WORK TO COMPLETE. Repeat the entries in full. Each line must match exactly.
--- START ---
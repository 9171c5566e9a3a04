/**
 * The kinetic battery model (Manwell & McGowan, 1993): two wells of charge, available y1
 * and bound y2, with y1' = -I + k(h2 - h1), y2' = -k(h2 - h1), h1 = y1/c, h2 = y2/(1-c)
 * and k' = k/(c(1-c)). Empty when y1 reaches 0. Solved in closed form on each piece of
 * constant load. A verification model: at microamp draws its recovery is negligible.
 *
 * Any consistent units: capacity = current x time.
 */
export interface Kibam {
  readonly capacity: number;
  /** Share of the capacity in the available well. */
  readonly c: number;
  /** k' = k/(c(1-c)), per unit of time. */
  readonly kPrime: number;
}

export interface LoadPiece {
  readonly current: number;
  readonly duration: number;
}

interface Wells {
  /** Charge drawn so far. */
  readonly drawn: number;
  /** Height difference h2 - h1. */
  readonly gap: number;
}

/** Available charge y1 = c (capacity - drawn) - c(1-c) gap. */
function available(model: Kibam, wells: Wells): number {
  return model.c * (model.capacity - wells.drawn - (1 - model.c) * wells.gap);
}

function advance(model: Kibam, wells: Wells, current: number, time: number): Wells {
  const decay = Math.exp(-model.kPrime * time);
  const settled = current / (model.c * model.kPrime);
  return { drawn: wells.drawn + current * time, gap: wells.gap * decay + settled * (1 - decay) };
}

/** Time at which the available well empties while `pieces` repeat; Infinity past `limit`. */
export function kibamLifetime(model: Kibam, pieces: readonly LoadPiece[], limit = 1e7): number {
  let wells: Wells = { drawn: 0, gap: 0 };
  let time = 0;
  while (time < limit) {
    for (const piece of pieces) {
      const next = advance(model, wells, piece.current, piece.duration);
      if (available(model, next) <= 0) return time + emptyWithin(model, wells, piece);
      wells = next;
      time += piece.duration;
    }
  }
  return Infinity;
}

/** Moment within a piece at which y1 first reaches 0, by bisection to machine precision. */
function emptyWithin(model: Kibam, wells: Wells, piece: LoadPiece): number {
  let low = 0;
  let high = piece.duration;
  for (let i = 0; i < 60; i++) {
    const middle = (low + high) / 2;
    if (available(model, advance(model, wells, piece.current, middle)) > 0) low = middle;
    else high = middle;
  }
  return (low + high) / 2;
}

/** Rate constant by Arrhenius, k = A exp(-Ea/RT); Ea in kJ/mol, temperature in °C. */
export function arrheniusRate(a: number, eaKjPerMol: number, celsius: number): number {
  return a * Math.exp(-eaKjPerMol / (0.008314 * (celsius + 273.15)));
}
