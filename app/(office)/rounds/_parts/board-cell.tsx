"use client";

import { DayBar } from "@/components/charts/day-bar";
import type { BoardRound } from "@/lib/usecases/read-rounds-board";
import type { PlaceOption } from "@/lib/usecases/price-plan-options";

export interface BoardCellProps {
  round: BoardRound | undefined;
  /** Why nobody works here, or null. */
  off: string | null;
  /** "Ada, Mon 7 Dec". */
  who: string;
  chosen: string | null;
  onChoose: (roundId: string) => void;
  /** Something is picked up and looks for a place. */
  picking: boolean;
  option: PlaceOption | undefined;
  onPlace: () => void;
}

const STATES: Record<string, string> = {
  published: "published",
  started: "under way",
  done: "done",
};

/** One technician's day: its round, or why there is none; while moving, the price of coming here. */
export function BoardCell(props: BoardCellProps) {
  const { round, off, chosen, picking, option } = props;
  const isChosen = round !== undefined && round.roundId === chosen;
  const hatched = off !== null && !round ? "hatch" : "";
  const outline = isChosen ? "outline-2 -outline-offset-2 outline-dusk outline-solid" : "";
  return (
    <td
      className={`h-24 border-l border-hair p-0 align-top ${hatched} ${outline}`}
      onDragOver={(event) => option?.allowed && event.preventDefault()}
      onDrop={(event) => {
        event.preventDefault();
        props.onPlace();
      }}
    >
      {picking ? (
        <Offer {...props} />
      ) : round ? (
        <Round {...props} round={round} />
      ) : (
        <Empty off={off} />
      )}
    </td>
  );
}

function Empty({ off }: { off: string | null }) {
  return (
    <span className="block px-2.5 py-2 text-soft">
      {off ?? <span className="sr-only">free</span>}
    </span>
  );
}

function Round({ round, who, chosen, onChoose }: BoardCellProps & { round: BoardRound }) {
  const state = STATES[round.state];
  return (
    <button
      type="button"
      aria-pressed={round.roundId === chosen}
      aria-label={`${who}: ${round.stopsLabel}, ${round.hours}${round.over ? ", overtime" : ""}, ${round.load}${state ? `, ${state}` : ", proposed"}`}
      onClick={() => onChoose(round.roundId)}
      className="block size-full px-2.5 py-2 text-left hover:bg-picked"
    >
      <DayBar model={round.bar} decorative />
      <span className="mt-1 flex items-baseline justify-between gap-2 text-sm">
        <strong className="font-semibold">{round.stopsLabel}</strong>
        <span className={round.over ? "font-semibold text-brick-ink" : "text-soft"}>
          {round.hours}
          {round.over && " · over"}
        </span>
      </span>
      <span className="block font-cond text-sm text-soft">{round.loadShort}</span>
      {state && <span className="caps block text-spruce-ink">{state}</span>}
    </button>
  );
}

/** What putting the picked stop here would do. */
function Offer({ who, option, onPlace, off }: BoardCellProps) {
  if (!option) return <Empty off={off ?? "…"} />;
  if (option.here) {
    return <span className="block px-2.5 py-2 font-semibold text-dusk-ink">stands here</span>;
  }
  if (!option.allowed) {
    return <span className="block px-2.5 py-2 text-sm text-soft">{option.words}</span>;
  }
  return (
    <button
      type="button"
      onClick={onPlace}
      aria-label={`Put it here: ${who}. Whole plan ${option.short}; ${option.words}`}
      className="block size-full px-2.5 py-2 text-left hover:bg-picked"
    >
      <span
        className={`block font-serif text-lg font-medium ${option.cheaper ? "text-spruce-ink" : "text-ink"}`}
      >
        {option.short}
      </span>
      <span className="block font-cond text-sm text-soft">{option.words}</span>
    </button>
  );
}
--- END ---
FINAL ANSWER.
repository 9171c5566e9a3a04
/**
 * The kinetic battery model (Manwell & McGowan, 1993): two wells of charge, available y1
 * and bound y2, with y1' = -I + k(h2 - h1), y2' = -k(h2 - h1), h1 = y1/c, h2 = y2/(1-c)
 * and k' = k/(c(1-c)). Empty when y1 reaches 0. Solved in closed form on each piece of
 * constant load. A verification model: at microamp draws its recovery is negligible.
 *
 * Any consistent units: capacity = current x time.
 */
export interface Kibam {
  readonly capacity: number;
  /** Share of the capacity in the available well. */
  readonly c: number;
  /** k' = k/(c(1-c)), per unit of time. */
  readonly kPrime: number;
}

export interface LoadPiece {
  readonly current: number;
  readonly duration: number;
}

interface Wells {
  /** Charge drawn so far. */
  readonly drawn: number;
  /** Height difference h2 - h1. */
  readonly gap: number;
}

/** Available charge y1 = c (capacity - drawn) - c(1-c) gap. */
function available(model: Kibam, wells: Wells): number {
  return model.c * (model.capacity - wells.drawn - (1 - model.c) * wells.gap);
}

function advance(model: Kibam, wells: Wells, current: number, time: number): Wells {
  const decay = Math.exp(-model.kPrime * time);
  const settled = current / (model.c * model.kPrime);
  return { drawn: wells.drawn + current * time, gap: wells.gap * decay + settled * (1 - decay) };
}

/** Time at which the available well empties while `pieces` repeat; Infinity past `limit`. */
export function kibamLifetime(model: Kibam, pieces: readonly LoadPiece[], limit = 1e7): number {
  let wells: Wells = { drawn: 0, gap: 0 };
  let time = 0;
  while (time < limit) {
    for (const piece of pieces) {
      const next = advance(model, wells, piece.current, piece.duration);
      if (available(model, next) <= 0) return time + emptyWithin(model, wells, piece);
      wells = next;
      time += piece.duration;
    }
  }
  return Infinity;
}

/** Moment within a piece at which y1 first reaches 0, by bisection to machine precision. */
function emptyWithin(model: Kibam, wells: Wells, piece: LoadPiece): number {
  let low = 0;
  let high = piece.duration;
  for (let i = 0; i < 60; i++) {
    const middle = (low + high) / 2;
    if (available(model, advance(model, wells, piece.current, middle)) > 0) low = middle;
    else high = middle;
  }
  return (low + high) / 2;
}

/** Rate constant by Arrhenius, k = A exp(-Ea/RT); Ea in kJ/mol, temperature in °C. */
export function arrheniusRate(a: number, eaKjPerMol: number, celsius: number): number {
  return a * Math.exp(-eaKjPerMol / (0.008314 * (celsius + 273.15)));
}
filename app/(office)/rounds/_parts/board-cell.tsx
"use client";

import { DayBar } from "@/components/charts/day-bar";
import type { BoardRound } from "@/lib/usecases/read-rounds-board";
import type { PlaceOption } from "@/lib/usecases/price-plan-options";

export interface BoardCellProps {
  round: BoardRound | undefined;
  /** Why nobody works here, or null. */
  off: string | null;
  /** "Ada, Mon 7 Dec". */
  who: string;
  chosen: string | null;
  onChoose: (roundId: string) => void;
  /** Something is picked up and looks for a place. */
  picking: boolean;
  option: PlaceOption | undefined;
  onPlace: () => void;
}

const STATES: Record<string, string> = {
  published: "published",
  started: "under way",
  done: "done",
};

/** One technician's day: its round, or why there is none; while moving, the price of coming here. */
export function BoardCell(props: BoardCellProps) {
  const { round, off, chosen, picking, option } = props;
  const isChosen = round !== undefined && round.roundId === chosen;
  const hatched = off !== null && !round ? "hatch" : "";
  const outline = isChosen ? "outline-2 -outline-offset-2 outline-dusk outline-solid" : "";
  return (
    <td
      className={`h-24 border-l border-hair p-0 align-top ${hatched} ${outline}`}
      onDragOver={(event) => option?.allowed && event.preventDefault()}
      onDrop={(event) => {
        event.preventDefault();
        props.onPlace();
      }}
    >
      {picking ? (
        <Offer {...props} />
      ) : round ? (
        <Round {...props} round={round} />
      ) : (
        <Empty off={off} />
      )}
    </td>
  );
}

function Empty({ off }: { off: string | null }) {
  return (
    <span className="block px-2.5 py-2 text-soft">
      {off ?? <span className="sr-only">free</span>}
    </span>
  );
}

function Round({ round, who, chosen, onChoose }: BoardCellProps & { round: BoardRound }) {
  const state = STATES[round.state];
  return (
    <button
      type="button"
      aria-pressed={round.roundId === chosen}
      aria-label={`${who}: ${round.stopsLabel}, ${round.hours}${round.over ? ", overtime" : ""}, ${round.load}${state ? `, ${state}` : ", proposed"}`}
      onClick={() => onChoose(round.roundId)}
      className="block size-full px-2.5 py-2 text-left hover:bg-picked"
    >
      <DayBar model={round.bar} decorative />
      <span className="mt-1 flex items-baseline justify-between gap-2 text-sm">
        <strong className="font-semibold">{round.stopsLabel}</strong>
        <span className={round.over ? "font-semibold text-brick-ink" : "text-soft"}>
          {round.hours}
          {round.over && " · over"}
        </span>
      </span>
      <span className="block font-cond text-sm text-soft">{round.loadShort}</span>
      {state && <span className="caps block text-spruce-ink">{state}</span>}
    </button>
  );
}

/** What putting the picked stop here would do. */
function Offer({ who, option, onPlace, off }: BoardCellProps) {
  if (!option) return <Empty off={off ?? "…"} />;
  if (option.here) {
    return <span className="block px-2.5 py-2 font-semibold text-dusk-ink">stands here</span>;
  }
  if (!option.allowed) {
    return <span className="block px-2.5 py-2 text-sm text-soft">{option.words}</span>;
  }
  return (
    <button
      type="button"
      onClick={onPlace}
      aria-label={`Put it here: ${who}. Whole plan ${option.short}; ${option.words}`}
      className="block size-full px-2.5 py-2 text-left hover:bg-picked"
    >
      <span
        className={`block font-serif text-lg font-medium ${option.cheaper ? "text-spruce-ink" : "text-ink"}`}
      >
        {option.short}
      </span>
      <span className="block font-cond text-sm text-soft">{option.words}</span>
    </button>
  );
}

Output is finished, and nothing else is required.